**WHAT THE EXERCISE ASKS:** Exact reproduction required: the lines below from the line with "except psycopg.OperationalError as" to the line with "the address, the", both ends included, and no others.

[Saved entries]
=== Section Start ===

from __future__ import annotations

import argparse
import datetime
import functools
import getpass
import os
import socket
import sys
from collections.abc import Callable
from pathlib import Path
from typing import Any

from pipeline.acceptance.rules import STAGES
from pipeline.cli.exits import EXIT_OK, EXIT_USER
from pipeline.errors import FormgateError


def _connect(args: argparse.Namespace) -> Any:
    import psycopg

    from pipeline.plant.connect import PlantTarget

    if args.station:
        from pipeline.station.plantfeed import plant_target
        from pipeline.station.settings import read_settings

        settings = read_settings(Path(args.station))
        if settings.plant is None:
            raise FormgateError(f"{settings.source}: the station names no [plant] database", None,
                                "Add [plant] database = \"postgresql://…\", or give --database.")
        target = plant_target(settings.plant)
    elif args.database:
        from pipeline.plant.connect import url_problem

        problem = url_problem(args.database)
        if problem is not None:
            raise FormgateError(f"--database cannot be used: {problem}", None,
                                "Give postgresql://ROLE@HOST:PORT/DATABASE; keep the password in "
                                "~/.pgpass or PGPASSWORD.")
        target = PlantTarget(args.database, "plant command")
    else:
        raise FormgateError("no plant database given", None,
                            "Give --database postgresql://ROLE@HOST:PORT/DATABASE, or --station "
                            "FOLDER of a station whose station.toml names it under [plant].")
    try:
        return psycopg.connect(target.conninfo(), autocommit=True)
    except psycopg.OperationalError as exc:
        raise FormgateError(f"cannot connect to the plant database {target.shown()} "
                            f"({str(exc).strip().splitlines()[0]})", None,
                            "Check the address, the role and its password, and that the "
                            "database server runs.") from None


def _mail(args: argparse.Namespace) -> Any:
    """The plant's mail settings (a PlantMail) from ``--letters FOLDER``, else from ``--station``'s
    station.toml; None when neither is given."""
    folder = getattr(args, "letters", None) or args.station
    if not folder:
        return None
    from pipeline.plant.letters import mail_settings
    from pipeline.station.settings import read_settings, smtp_settings

    settings = read_settings(Path(folder))
    return mail_settings(smtp_settings(settings, os.environ), settings.routing, settings.source)


def _letters(conn: Any, scope: list[tuple[str, str | None]] | None, mail: Any) -> int:
    """Send the letters the plant decisions in ``scope`` call for; tell of them on stderr.
    EXIT_USER when one could not be sent (it stays due), else EXIT_OK."""
    from pipeline.plant.letters import report_lines, send_letters

    report = send_letters(conn, scope, mail, sent_by=_who(), now=_now())
    for line in report_lines(report, mail):
        print(line, file=sys.stderr)
    return EXIT_USER if report.failed else EXIT_OK


def _database_errors(func: Callable[[argparse.Namespace], int]) -> Callable[[argparse.Namespace], int]:
    """A database that refuses a statement (a role without the grant, a connection lost) is the
    user's to fix (exit 2), not a bug."""

    @functools.wraps(func)
    def run(args: argparse.Namespace) -> int:
        import psycopg

        try:
            return func(args)
        except psycopg.Error as exc:
            first = str(exc).strip().splitlines()[0] if str(exc).strip() else type(exc).__name__
            hint = ("Ask the plant database's owner for the grants in docs/plant.md (Roles and "
                    "grants)." if isinstance(exc, psycopg.errors.InsufficientPrivilege) else
                    "Check that the database server runs and can be reached, and try again.")
            raise FormgateError(f"the plant database refused: {first}", None, hint) from None

    return run


def _who() -> str:
    return f"{getpass.getuser()}@{socket.gethostname()}"


def _now() -> datetime.datetime:
    return datetime.datetime.now(datetime.UTC)


def _time(at: datetime.datetime | None) -> str:
    return "-" if at is None else at.astimezone(datetime.UTC).isoformat(timespec="seconds")


@_database_errors
def cmd_migrate(args: argparse.Namespace) -> int:
    """Set up or bring up to date the plant's schema (as the role that owns it)."""
    from pipeline.plant.schema import PLANT_SCHEMA_VERSION, migrate

    with _connect(args) as conn:
        conn.autocommit = False
        done = migrate(conn, where="")
    print(f"plant schema at version {PLANT_SCHEMA_VERSION}"
          + (f" (applied: {', '.join(done)})" if done else " (nothing to do)"))
    return EXIT_OK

=== Section End ===

**ANSWER FOR THE TASK:**
    except psycopg.OperationalError as exc:
        raise FormgateError(f"cannot connect to the plant database {target.shown()} "
                            f"({str(exc).strip().splitlines()[0]})", None,
                            "Check the address, the role and its password, and that the "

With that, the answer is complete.